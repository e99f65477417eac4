"""Station match-ups: window extraction on a synthetic grid with a known answer (values are a
function of row, column and day), at the antimeridian, at grid edges, in polar night; only the
stored chunks holding stations are read; the command end to end on the demo."""

from __future__ import annotations

import csv
import json
import shutil
from pathlib import Path

import dask.array as da
import numpy as np
import pandas as pd
import pytest
import xarray as xr
from click.testing import CliRunner

from euphotic import models
from euphotic.cli import main
from euphotic.config import load_config, matchup_table
from euphotic.errors import ConfigError
from euphotic.matchup import DailyInputs, WindowOptions, extract, match, station_cells
from euphotic.models import ModelSpec, Parameter
from euphotic.models._compiled import jit_point
from euphotic.stations import MatchupOptionError, read_stations

from ._grids import run_config
from .conftest import ROOT, folder_bytes

DAYS = np.arange(np.datetime64("2025-06-01"), np.datetime64("2025-06-06"))  # 5 days
LAT = np.arange(-89.5, 90.0, 1.0)  # global 1-degree grid
LON = np.arange(-179.5, 180.0, 1.0)


def f(i, j, d):
    """The synthetic field: known at every (row, column, day)."""
    return 1.0 + 1000.0 * i + j + 0.01 * d


def _field(values=None, chunks=(1, 90, 90)) -> xr.DataArray:
    d, i, j = np.meshgrid(np.arange(len(DAYS)), np.arange(len(LAT)), np.arange(len(LON)),
                          indexing="ij")
    v = f(i, j, d) if values is None else values
    return xr.DataArray(da.from_array(v, chunks=chunks), dims=("time", "lat", "lon"),
                        coords={"lat": LAT, "lon": LON, "time": DAYS,
                                "period_start": ("time", DAYS),
                                "period_end": ("time", DAYS + np.timedelta64(1, "D"))})


@jit_point
def _ident_point(chl, par, sst, day_length):
    return 0.0 if day_length <= 0.0 else chl


def _ident_reference(chl, par, sst, day_length):
    return np.where(np.asarray(day_length) <= 0, 0.0, chl)


@pytest.fixture
def ident(monkeypatch):
    """A 'model' returning the chlorophyll field itself (0 where there is no daylight, the
    models' rule), so the expected window values are f(i, j, day)."""
    spec = ModelSpec(name="ident", label="ident", published_name="chlorophyll as NPP (tests)",
                     citation_keys=(), inputs=models.SPECS["vgpm"].inputs,
                     point=_ident_point, reference=_ident_reference)
    monkeypatch.setitem(models.SPECS, "ident", spec)
    monkeypatch.delitem(models._BUILT, "ident", raising=False)
    yield "ident"
    models._BUILT.pop("ident", None)


def _inputs(chl=None) -> DailyInputs:
    chl = _field() if chl is None else chl
    ocean = xr.DataArray(np.ones((len(LAT), len(LON)), bool), dims=("lat", "lon"),
                         coords={"lat": LAT, "lon": LON})
    return DailyInputs({"chl": chl, "par": _field(), "sst": _field()}, ocean)


def _at(lat, lon, day):
    return np.array([lat], float), np.array([lon], float), np.array([day], "datetime64[D]")


def test_interior_window_median_is_the_centre(ident):
    ex = extract(_inputs(), *_at(10.2, 20.3, "2025-06-03"), [ident])
    i, j = int(np.argmin(abs(LAT - 10.2))), int(np.argmin(abs(LON - 20.3)))
    v = ex.values[ident][0, 0]
    expected = f(np.arange(i - 1, i + 2)[:, None], np.arange(j - 1, j + 2)[None, :], 2)
    np.testing.assert_array_equal(v, expected)
    assert np.median(v) == f(i, j, 2)  # linear in i and j: the median is the centre
    assert not ex.cells.wraps[0] and not ex.cells.clipped[0]


@jit_point
def _scaled_point(chl, par, sst, day_length, k):
    return 0.0 if day_length <= 0.0 else chl * k


def _scaled_reference(chl, par, sst, day_length, k=1.0):
    return np.where(np.asarray(day_length) <= 0, 0.0, np.asarray(chl) * k)


def test_matchups_use_the_runs_parameters_per_region(monkeypatch):
    # A model with a per-region parameter k (chlorophyll x k): the match-up evaluates each
    # window cell with the value the run's [models.scaled] settings give that cell, as the maps
    # were made (euphotic.models.parameter_settings), not with the declared default.
    spec = ModelSpec(name="scaled", label="scaled", published_name="chlorophyll x k (tests)",
                     citation_keys=(), inputs=models.SPECS["vgpm"].inputs,
                     parameters=(Parameter("k", 1.0, "1", "test", per_region=True),),
                     point=_scaled_point, reference=_scaled_reference)
    monkeypatch.setitem(models.SPECS, "scaled", spec)
    monkeypatch.delitem(models._BUILT, "scaled", raising=False)
    east = np.broadcast_to(LON[None, :] >= 20.0, (len(LAT), len(LON)))
    inputs = _inputs()
    inputs.regions = {"East": east}
    inputs.settings = {"scaled": {"values": {"k": 2.0}, "regions": {"East": {"k": 3.0}}}}
    try:
        ex = extract(inputs, *_at(10.2, 20.3, "2025-06-03"), ["scaled"])
    finally:
        models._BUILT.pop("scaled", None)
    i, j = int(np.argmin(abs(LAT - 10.2))), int(np.argmin(abs(LON - 20.3)))
    cols = np.arange(j - 1, j + 2)
    expected = f(np.arange(i - 1, i + 2)[:, None], cols[None, :], 2) * np.where(
        LON[cols] >= 20.0, 3.0, 2.0)[None, :]  # columns 19.5 (k 2), 20.5 and 21.5 (k 3)
    np.testing.assert_allclose(ex.values["scaled"][0, 0], expected, rtol=1e-12)


def test_only_the_chunks_holding_stations_are_read(ident):
    ex = extract(_inputs(), *_at(10.2, 20.3, "2025-06-03"), [ident])
    # one day, a window inside one 90 x 90 block: one block of each of chl, par, sst
    assert ex.blocks_read == 3
    assert ex.blocks_total == 3 * 5 * 2 * 4


def test_antimeridian_window_wraps(ident):
    ex = extract(_inputs(), *_at(0.2, 179.9, "2025-06-01"), [ident])
    i = int(np.argmin(abs(LAT - 0.2)))
    cols = np.array([358, 359, 0])
    np.testing.assert_array_equal(ex.values[ident][0, 0],
                                  f(np.arange(i - 1, i + 2)[:, None], cols[None, :], 0))
    assert ex.cells.wraps[0] and not ex.cells.clipped[0]
    # -180.3 is the same place as 179.7
    assert station_cells(LAT, LON, [0.2], [-180.3], 3).col[0] == 359


def test_grid_edge_window_is_clipped_and_polar_night_is_zero(ident):
    # 89.9 N in June: polar day, the window loses its row beyond the pole
    ex = extract(_inputs(), *_at(89.9, 0.4, "2025-06-02"), [ident])
    v = ex.values[ident][0, 0]
    assert np.isnan(v[2]).all() and np.isfinite(v[:2]).all()
    assert ex.cells.clipped[0]
    # 89.9 S in June: polar night, the model's rate is 0 (no light, no production)
    ex = extract(_inputs(), *_at(-89.9, 0.4, "2025-06-02"), [ident])
    v = ex.values[ident][0, 0]
    assert (v[1:] == 0).all() and np.isnan(v[0]).all()
    assert ex.dark[0, 0].all()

───

(Problem details)
Look above for the line holding "def _inputs(chl=None) ->". Print it and every line after it, exactly, through the line holding "np.testing.assert_array_equal(v, expected)".

(Task result)
def _inputs(chl=None) -> DailyInputs:
    chl = _field() if chl is None else chl
    ocean = xr.DataArray(np.ones((len(LAT), len(LON)), bool), dims=("lat", "lon"),
                         coords={"lat": LAT, "lon": LON})
    return DailyInputs({"chl": chl, "par": _field(), "sst": _field()}, ocean)


def _at(lat, lon, day):
    return np.array([lat], float), np.array([lon], float), np.array([day], "datetime64[D]")


def test_interior_window_median_is_the_centre(ident):
    ex = extract(_inputs(), *_at(10.2, 20.3, "2025-06-03"), [ident])
    i, j = int(np.argmin(abs(LAT - 10.2))), int(np.argmin(abs(LON - 20.3)))
    v = ex.values[ident][0, 0]
    expected = f(np.arange(i - 1, i + 2)[:, None], np.arange(j - 1, j + 2)[None, :], 2)
    np.testing.assert_array_equal(v, expected)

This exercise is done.